> **TASK OBJECTIVE**
Look below for the line holding "const spread = uncertaintyBindings(unknowns.map((u)" and the line holding "const firstObserved = laws[observed[0].si];". Transcribe exactly those lines and all lines between them, nothing more.
Start of EXTRACTED DATA
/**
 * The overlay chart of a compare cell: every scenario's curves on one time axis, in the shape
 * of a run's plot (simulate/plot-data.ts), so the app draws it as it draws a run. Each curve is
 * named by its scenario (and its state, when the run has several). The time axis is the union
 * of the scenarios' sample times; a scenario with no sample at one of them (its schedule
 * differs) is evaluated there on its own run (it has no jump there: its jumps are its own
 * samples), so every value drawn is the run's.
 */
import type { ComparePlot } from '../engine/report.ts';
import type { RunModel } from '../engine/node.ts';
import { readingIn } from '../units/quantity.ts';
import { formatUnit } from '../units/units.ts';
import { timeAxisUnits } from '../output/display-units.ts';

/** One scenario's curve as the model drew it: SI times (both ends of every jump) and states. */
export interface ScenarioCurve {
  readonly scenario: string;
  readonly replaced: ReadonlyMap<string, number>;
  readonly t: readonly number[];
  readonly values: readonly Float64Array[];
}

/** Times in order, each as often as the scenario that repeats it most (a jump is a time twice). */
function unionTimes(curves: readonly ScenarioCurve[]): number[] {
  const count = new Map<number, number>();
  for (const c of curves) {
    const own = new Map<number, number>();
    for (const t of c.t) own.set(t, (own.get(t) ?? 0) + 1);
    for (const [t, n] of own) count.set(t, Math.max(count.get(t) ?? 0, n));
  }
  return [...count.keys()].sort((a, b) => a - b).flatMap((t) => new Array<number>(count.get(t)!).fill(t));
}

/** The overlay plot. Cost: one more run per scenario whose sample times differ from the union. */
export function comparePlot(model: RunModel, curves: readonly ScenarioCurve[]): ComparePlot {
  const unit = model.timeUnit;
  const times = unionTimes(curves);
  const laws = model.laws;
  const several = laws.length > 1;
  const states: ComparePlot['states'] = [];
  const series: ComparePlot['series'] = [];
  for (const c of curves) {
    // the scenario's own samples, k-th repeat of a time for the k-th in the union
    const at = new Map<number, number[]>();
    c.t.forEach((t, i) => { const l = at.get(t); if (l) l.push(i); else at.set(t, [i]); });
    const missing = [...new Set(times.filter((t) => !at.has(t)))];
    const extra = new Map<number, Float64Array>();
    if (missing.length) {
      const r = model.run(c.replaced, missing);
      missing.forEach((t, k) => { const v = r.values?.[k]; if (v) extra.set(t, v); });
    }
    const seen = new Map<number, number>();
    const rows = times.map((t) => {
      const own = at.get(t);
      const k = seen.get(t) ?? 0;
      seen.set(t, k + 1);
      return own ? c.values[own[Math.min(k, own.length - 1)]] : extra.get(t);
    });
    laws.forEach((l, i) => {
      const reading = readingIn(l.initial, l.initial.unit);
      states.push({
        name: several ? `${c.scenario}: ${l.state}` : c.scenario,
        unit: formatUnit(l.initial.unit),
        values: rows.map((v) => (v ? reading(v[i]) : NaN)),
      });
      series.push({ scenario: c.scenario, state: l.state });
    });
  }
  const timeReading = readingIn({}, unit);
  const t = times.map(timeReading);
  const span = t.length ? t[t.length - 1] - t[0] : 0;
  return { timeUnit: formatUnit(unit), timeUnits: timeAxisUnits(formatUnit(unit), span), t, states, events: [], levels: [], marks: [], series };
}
End of EXTRACTED DATA
Start of EXTRACTED DATA
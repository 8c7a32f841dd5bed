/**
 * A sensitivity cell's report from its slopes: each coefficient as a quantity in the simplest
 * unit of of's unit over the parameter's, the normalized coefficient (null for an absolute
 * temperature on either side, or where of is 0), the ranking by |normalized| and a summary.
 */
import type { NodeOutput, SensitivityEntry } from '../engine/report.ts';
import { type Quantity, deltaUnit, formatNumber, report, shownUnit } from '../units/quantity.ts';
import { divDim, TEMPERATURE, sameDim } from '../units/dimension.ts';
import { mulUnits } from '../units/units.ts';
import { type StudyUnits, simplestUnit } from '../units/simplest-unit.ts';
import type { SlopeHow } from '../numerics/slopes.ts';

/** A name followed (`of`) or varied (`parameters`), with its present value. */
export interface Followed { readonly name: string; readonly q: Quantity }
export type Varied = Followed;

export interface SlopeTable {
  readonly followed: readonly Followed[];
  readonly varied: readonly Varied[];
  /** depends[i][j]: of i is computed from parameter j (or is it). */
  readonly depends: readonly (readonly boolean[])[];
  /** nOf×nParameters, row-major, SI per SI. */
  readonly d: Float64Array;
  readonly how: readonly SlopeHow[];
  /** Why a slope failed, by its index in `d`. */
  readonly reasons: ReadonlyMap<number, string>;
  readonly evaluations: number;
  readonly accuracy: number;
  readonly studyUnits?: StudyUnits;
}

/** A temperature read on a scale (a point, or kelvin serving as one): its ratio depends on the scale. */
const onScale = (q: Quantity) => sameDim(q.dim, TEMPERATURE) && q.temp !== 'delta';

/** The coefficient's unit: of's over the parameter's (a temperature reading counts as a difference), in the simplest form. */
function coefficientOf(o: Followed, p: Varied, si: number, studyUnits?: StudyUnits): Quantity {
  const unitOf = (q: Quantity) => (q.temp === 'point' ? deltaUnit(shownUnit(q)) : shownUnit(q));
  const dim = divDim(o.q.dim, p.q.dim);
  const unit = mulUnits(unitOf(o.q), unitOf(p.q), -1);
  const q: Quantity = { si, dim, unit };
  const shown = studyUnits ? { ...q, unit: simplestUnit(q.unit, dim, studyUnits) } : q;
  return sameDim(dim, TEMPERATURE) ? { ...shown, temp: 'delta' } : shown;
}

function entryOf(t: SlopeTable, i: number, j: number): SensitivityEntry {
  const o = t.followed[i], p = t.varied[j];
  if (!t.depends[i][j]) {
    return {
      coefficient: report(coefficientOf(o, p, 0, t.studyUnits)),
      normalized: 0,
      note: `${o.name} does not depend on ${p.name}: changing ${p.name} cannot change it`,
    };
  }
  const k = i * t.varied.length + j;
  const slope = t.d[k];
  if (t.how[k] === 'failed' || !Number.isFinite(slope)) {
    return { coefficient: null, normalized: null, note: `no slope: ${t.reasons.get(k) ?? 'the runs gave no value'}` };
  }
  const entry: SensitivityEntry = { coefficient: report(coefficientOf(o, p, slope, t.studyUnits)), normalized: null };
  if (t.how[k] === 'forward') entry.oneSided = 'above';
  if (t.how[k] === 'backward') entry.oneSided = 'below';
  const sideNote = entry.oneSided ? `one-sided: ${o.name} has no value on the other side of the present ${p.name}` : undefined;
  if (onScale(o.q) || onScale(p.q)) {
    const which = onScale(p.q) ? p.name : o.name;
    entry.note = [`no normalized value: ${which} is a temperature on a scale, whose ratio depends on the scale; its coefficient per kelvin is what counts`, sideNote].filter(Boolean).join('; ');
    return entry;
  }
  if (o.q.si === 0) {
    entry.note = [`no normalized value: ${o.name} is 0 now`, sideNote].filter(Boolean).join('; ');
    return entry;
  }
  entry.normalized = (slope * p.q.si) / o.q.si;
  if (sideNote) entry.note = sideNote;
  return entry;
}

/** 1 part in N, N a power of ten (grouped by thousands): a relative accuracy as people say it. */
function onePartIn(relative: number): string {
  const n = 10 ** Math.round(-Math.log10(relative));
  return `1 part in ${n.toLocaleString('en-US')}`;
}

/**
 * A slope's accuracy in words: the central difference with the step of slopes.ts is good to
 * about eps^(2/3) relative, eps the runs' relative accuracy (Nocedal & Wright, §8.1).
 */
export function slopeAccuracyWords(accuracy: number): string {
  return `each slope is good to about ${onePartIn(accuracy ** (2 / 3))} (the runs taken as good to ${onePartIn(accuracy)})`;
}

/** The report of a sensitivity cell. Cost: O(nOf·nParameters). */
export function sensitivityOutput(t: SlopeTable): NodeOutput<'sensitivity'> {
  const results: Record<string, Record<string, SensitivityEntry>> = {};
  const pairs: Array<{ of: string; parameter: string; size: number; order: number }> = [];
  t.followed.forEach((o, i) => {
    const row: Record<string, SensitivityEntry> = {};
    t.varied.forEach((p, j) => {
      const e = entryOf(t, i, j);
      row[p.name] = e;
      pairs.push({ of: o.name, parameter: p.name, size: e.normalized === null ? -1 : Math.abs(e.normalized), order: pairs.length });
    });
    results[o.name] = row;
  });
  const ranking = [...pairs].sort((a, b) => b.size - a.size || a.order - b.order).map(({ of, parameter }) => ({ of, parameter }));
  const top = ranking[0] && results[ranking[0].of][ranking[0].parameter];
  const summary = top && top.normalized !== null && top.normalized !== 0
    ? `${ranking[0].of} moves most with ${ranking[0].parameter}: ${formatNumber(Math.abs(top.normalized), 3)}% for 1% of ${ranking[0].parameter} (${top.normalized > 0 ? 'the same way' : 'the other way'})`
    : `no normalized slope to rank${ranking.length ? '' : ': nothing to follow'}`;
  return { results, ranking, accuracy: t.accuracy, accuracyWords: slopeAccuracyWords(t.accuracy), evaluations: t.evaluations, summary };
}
End of EXTRACTED DATA
Start of EXTRACTED DATA
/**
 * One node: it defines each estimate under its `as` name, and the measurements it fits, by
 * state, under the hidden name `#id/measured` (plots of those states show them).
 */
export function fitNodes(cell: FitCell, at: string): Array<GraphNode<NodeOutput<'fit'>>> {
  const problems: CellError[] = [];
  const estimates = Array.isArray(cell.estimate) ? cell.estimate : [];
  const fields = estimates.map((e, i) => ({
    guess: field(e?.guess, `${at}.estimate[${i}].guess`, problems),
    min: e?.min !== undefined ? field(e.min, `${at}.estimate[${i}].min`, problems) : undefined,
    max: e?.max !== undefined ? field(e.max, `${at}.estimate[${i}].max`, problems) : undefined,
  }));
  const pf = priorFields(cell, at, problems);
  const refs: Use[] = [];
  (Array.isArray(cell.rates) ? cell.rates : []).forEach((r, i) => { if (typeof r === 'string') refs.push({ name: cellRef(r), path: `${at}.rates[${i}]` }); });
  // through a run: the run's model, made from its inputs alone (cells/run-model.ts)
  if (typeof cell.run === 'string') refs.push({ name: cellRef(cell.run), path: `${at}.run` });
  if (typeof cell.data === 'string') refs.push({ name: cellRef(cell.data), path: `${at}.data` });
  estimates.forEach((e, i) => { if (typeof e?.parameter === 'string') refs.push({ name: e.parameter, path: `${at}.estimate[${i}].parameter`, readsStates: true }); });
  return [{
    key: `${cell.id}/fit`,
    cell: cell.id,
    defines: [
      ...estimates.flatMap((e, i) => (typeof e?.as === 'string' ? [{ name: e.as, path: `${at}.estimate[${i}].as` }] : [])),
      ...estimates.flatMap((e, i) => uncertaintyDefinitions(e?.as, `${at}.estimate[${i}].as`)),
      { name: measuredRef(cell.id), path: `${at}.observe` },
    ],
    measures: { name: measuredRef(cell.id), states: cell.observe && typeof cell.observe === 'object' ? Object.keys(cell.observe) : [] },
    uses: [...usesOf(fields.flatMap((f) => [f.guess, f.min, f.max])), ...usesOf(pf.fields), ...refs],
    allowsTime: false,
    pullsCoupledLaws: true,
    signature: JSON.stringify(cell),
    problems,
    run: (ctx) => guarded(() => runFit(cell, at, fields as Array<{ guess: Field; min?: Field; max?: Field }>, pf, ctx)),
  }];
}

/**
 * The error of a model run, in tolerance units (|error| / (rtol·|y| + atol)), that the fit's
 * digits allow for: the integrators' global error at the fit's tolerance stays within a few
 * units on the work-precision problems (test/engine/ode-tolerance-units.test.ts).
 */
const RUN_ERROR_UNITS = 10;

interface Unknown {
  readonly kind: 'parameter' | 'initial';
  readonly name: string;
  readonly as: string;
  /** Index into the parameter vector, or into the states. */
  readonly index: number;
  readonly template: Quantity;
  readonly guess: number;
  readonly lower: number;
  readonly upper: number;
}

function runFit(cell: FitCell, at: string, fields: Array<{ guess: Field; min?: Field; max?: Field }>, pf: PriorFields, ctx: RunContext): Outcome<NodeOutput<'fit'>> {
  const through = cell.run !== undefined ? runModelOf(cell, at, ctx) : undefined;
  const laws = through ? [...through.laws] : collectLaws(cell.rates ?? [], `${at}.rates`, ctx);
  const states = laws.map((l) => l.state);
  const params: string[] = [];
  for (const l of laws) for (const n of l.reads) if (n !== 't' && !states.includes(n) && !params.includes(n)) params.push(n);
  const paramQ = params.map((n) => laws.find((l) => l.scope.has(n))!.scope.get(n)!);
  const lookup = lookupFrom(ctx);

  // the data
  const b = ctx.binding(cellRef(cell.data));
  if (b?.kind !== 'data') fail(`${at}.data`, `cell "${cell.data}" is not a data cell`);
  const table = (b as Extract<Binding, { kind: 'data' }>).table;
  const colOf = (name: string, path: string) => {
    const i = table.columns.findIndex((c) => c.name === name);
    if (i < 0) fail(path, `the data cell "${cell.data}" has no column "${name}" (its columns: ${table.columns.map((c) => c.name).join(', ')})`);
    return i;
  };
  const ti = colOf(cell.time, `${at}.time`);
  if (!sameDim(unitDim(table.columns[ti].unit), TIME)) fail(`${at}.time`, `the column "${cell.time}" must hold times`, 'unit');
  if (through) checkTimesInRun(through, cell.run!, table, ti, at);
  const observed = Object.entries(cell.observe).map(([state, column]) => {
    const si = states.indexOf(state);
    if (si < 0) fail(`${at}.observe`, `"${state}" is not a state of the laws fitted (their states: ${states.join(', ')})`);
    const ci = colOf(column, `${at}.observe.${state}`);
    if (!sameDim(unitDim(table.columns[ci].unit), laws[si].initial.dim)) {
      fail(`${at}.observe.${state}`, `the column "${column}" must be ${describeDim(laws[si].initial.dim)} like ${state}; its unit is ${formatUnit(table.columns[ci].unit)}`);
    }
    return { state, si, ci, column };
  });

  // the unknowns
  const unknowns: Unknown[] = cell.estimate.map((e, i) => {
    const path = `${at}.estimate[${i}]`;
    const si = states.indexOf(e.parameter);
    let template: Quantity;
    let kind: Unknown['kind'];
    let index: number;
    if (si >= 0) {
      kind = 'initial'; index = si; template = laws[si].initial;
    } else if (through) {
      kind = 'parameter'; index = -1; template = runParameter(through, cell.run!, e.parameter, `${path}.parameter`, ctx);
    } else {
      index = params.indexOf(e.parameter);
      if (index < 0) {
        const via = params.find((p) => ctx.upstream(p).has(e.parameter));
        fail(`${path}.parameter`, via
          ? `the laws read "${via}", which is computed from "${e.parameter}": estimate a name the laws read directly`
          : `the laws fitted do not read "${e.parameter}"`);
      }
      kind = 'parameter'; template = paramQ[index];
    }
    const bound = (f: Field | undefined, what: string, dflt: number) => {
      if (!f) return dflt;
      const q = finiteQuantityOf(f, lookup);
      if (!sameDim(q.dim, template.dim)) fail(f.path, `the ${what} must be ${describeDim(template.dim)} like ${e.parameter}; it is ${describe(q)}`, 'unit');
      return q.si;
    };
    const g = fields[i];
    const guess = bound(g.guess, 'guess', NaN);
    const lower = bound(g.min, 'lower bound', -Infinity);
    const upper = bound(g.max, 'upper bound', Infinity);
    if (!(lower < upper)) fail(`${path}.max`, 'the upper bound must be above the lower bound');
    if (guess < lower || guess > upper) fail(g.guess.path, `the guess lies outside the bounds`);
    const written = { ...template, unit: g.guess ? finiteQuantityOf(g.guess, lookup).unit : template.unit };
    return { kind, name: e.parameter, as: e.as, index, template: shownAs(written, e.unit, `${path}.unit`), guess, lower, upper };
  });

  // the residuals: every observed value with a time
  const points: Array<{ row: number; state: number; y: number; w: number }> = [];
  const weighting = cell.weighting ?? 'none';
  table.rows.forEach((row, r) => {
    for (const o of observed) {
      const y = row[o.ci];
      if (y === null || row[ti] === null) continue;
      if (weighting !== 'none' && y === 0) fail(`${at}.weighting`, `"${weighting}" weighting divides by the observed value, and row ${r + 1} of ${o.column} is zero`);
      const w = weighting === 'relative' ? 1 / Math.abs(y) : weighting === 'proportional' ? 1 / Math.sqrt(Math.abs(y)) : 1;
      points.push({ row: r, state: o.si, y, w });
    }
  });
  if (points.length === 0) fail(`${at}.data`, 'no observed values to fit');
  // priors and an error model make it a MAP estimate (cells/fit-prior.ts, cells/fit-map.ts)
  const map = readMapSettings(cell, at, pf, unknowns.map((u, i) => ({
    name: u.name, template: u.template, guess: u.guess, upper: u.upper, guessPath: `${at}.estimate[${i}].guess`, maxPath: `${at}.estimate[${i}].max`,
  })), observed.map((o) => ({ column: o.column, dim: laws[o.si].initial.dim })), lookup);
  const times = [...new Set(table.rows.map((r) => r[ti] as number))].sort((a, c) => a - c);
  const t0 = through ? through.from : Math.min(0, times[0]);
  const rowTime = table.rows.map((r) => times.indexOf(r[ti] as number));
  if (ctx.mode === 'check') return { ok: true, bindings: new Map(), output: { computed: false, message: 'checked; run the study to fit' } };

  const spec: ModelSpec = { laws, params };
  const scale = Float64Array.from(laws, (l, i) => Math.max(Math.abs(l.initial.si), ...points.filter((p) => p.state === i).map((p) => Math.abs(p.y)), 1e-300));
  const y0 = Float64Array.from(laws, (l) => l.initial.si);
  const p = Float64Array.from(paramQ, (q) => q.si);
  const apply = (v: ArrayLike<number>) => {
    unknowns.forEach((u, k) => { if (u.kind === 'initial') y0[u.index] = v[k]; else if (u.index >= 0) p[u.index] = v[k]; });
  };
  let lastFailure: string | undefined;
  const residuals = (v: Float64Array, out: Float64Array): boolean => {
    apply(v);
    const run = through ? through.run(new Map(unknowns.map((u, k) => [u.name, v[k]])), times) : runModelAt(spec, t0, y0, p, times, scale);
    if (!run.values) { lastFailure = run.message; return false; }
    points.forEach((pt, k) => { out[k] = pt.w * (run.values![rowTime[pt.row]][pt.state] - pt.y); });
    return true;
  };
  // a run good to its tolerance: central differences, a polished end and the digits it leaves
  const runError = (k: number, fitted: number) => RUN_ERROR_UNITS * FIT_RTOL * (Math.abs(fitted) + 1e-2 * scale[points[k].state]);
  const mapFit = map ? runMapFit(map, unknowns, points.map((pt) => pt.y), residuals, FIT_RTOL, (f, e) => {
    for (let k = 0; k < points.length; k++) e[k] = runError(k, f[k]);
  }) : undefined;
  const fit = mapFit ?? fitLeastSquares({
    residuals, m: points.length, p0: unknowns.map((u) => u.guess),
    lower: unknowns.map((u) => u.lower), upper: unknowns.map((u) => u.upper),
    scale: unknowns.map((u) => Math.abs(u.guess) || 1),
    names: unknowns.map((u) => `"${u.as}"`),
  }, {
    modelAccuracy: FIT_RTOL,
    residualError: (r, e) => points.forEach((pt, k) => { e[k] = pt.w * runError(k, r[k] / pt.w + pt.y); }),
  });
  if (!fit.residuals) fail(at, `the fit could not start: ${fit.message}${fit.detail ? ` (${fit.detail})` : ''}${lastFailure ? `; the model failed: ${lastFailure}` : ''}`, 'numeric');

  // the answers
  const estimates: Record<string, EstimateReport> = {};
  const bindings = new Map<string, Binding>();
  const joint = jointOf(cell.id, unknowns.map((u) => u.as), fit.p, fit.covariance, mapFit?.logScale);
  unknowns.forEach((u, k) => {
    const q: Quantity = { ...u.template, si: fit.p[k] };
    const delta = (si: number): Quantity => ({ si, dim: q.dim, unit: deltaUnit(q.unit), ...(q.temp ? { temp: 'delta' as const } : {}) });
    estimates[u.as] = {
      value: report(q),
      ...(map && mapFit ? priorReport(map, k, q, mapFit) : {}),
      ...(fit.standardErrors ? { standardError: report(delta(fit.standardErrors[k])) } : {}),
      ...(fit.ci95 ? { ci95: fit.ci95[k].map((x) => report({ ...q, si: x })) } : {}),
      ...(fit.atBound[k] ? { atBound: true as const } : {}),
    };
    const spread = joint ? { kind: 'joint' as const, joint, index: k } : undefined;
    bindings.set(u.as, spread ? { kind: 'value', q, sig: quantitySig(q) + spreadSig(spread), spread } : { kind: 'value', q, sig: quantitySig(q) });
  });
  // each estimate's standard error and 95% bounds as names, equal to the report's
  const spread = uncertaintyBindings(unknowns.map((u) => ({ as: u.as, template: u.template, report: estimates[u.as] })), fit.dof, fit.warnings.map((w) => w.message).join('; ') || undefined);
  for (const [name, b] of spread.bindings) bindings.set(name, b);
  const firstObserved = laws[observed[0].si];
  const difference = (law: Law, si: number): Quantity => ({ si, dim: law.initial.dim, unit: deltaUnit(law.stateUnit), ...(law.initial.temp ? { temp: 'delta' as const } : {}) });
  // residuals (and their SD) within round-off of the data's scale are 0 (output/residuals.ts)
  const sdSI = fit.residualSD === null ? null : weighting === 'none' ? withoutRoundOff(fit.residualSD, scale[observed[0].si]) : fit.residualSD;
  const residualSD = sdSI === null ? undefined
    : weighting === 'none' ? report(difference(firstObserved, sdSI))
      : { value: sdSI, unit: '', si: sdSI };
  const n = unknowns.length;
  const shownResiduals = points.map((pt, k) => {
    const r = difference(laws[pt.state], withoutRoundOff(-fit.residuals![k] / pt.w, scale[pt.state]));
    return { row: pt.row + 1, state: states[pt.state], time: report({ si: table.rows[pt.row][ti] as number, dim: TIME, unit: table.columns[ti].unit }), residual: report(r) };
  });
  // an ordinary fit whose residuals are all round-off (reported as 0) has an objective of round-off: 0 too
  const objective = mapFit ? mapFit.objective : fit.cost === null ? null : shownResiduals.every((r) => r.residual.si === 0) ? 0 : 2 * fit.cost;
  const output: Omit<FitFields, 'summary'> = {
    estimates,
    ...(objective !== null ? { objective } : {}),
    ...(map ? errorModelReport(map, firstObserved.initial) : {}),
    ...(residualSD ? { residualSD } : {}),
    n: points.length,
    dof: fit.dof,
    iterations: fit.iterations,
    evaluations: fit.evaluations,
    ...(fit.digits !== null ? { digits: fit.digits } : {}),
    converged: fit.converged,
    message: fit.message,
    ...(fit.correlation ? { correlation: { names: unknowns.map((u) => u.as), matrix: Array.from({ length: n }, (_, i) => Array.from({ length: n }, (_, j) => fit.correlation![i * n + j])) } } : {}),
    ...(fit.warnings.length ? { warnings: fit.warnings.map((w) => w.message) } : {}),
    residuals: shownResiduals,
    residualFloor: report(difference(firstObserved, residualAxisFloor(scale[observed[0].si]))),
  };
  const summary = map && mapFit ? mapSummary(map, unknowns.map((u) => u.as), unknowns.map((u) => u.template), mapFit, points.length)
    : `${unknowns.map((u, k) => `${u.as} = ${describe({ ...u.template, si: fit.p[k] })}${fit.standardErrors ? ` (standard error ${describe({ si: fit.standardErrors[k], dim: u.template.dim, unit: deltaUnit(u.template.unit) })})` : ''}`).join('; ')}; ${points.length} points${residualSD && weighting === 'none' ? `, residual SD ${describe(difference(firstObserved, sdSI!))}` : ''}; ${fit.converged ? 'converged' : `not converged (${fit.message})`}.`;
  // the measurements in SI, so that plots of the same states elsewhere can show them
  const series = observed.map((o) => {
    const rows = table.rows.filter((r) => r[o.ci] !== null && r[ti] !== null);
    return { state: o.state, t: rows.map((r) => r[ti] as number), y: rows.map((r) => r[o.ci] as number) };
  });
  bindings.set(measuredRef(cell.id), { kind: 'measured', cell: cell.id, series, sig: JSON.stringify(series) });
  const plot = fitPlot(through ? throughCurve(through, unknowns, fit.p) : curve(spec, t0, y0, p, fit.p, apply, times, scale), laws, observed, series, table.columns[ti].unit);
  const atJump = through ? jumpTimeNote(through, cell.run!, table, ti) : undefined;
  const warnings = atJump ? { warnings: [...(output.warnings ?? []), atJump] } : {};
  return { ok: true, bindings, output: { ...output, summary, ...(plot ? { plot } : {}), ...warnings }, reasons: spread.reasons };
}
End of EXTRACTED DATA
> **EXPECTED ANSWER**
  const spread = uncertaintyBindings(unknowns.map((u) => ({ as: u.as, template: u.template, report: estimates[u.as] })), fit.dof, fit.warnings.map((w) => w.message).join('; ') || undefined);
  for (const [name, b] of spread.bindings) bindings.set(name, b);
  const firstObserved = laws[observed[0].si];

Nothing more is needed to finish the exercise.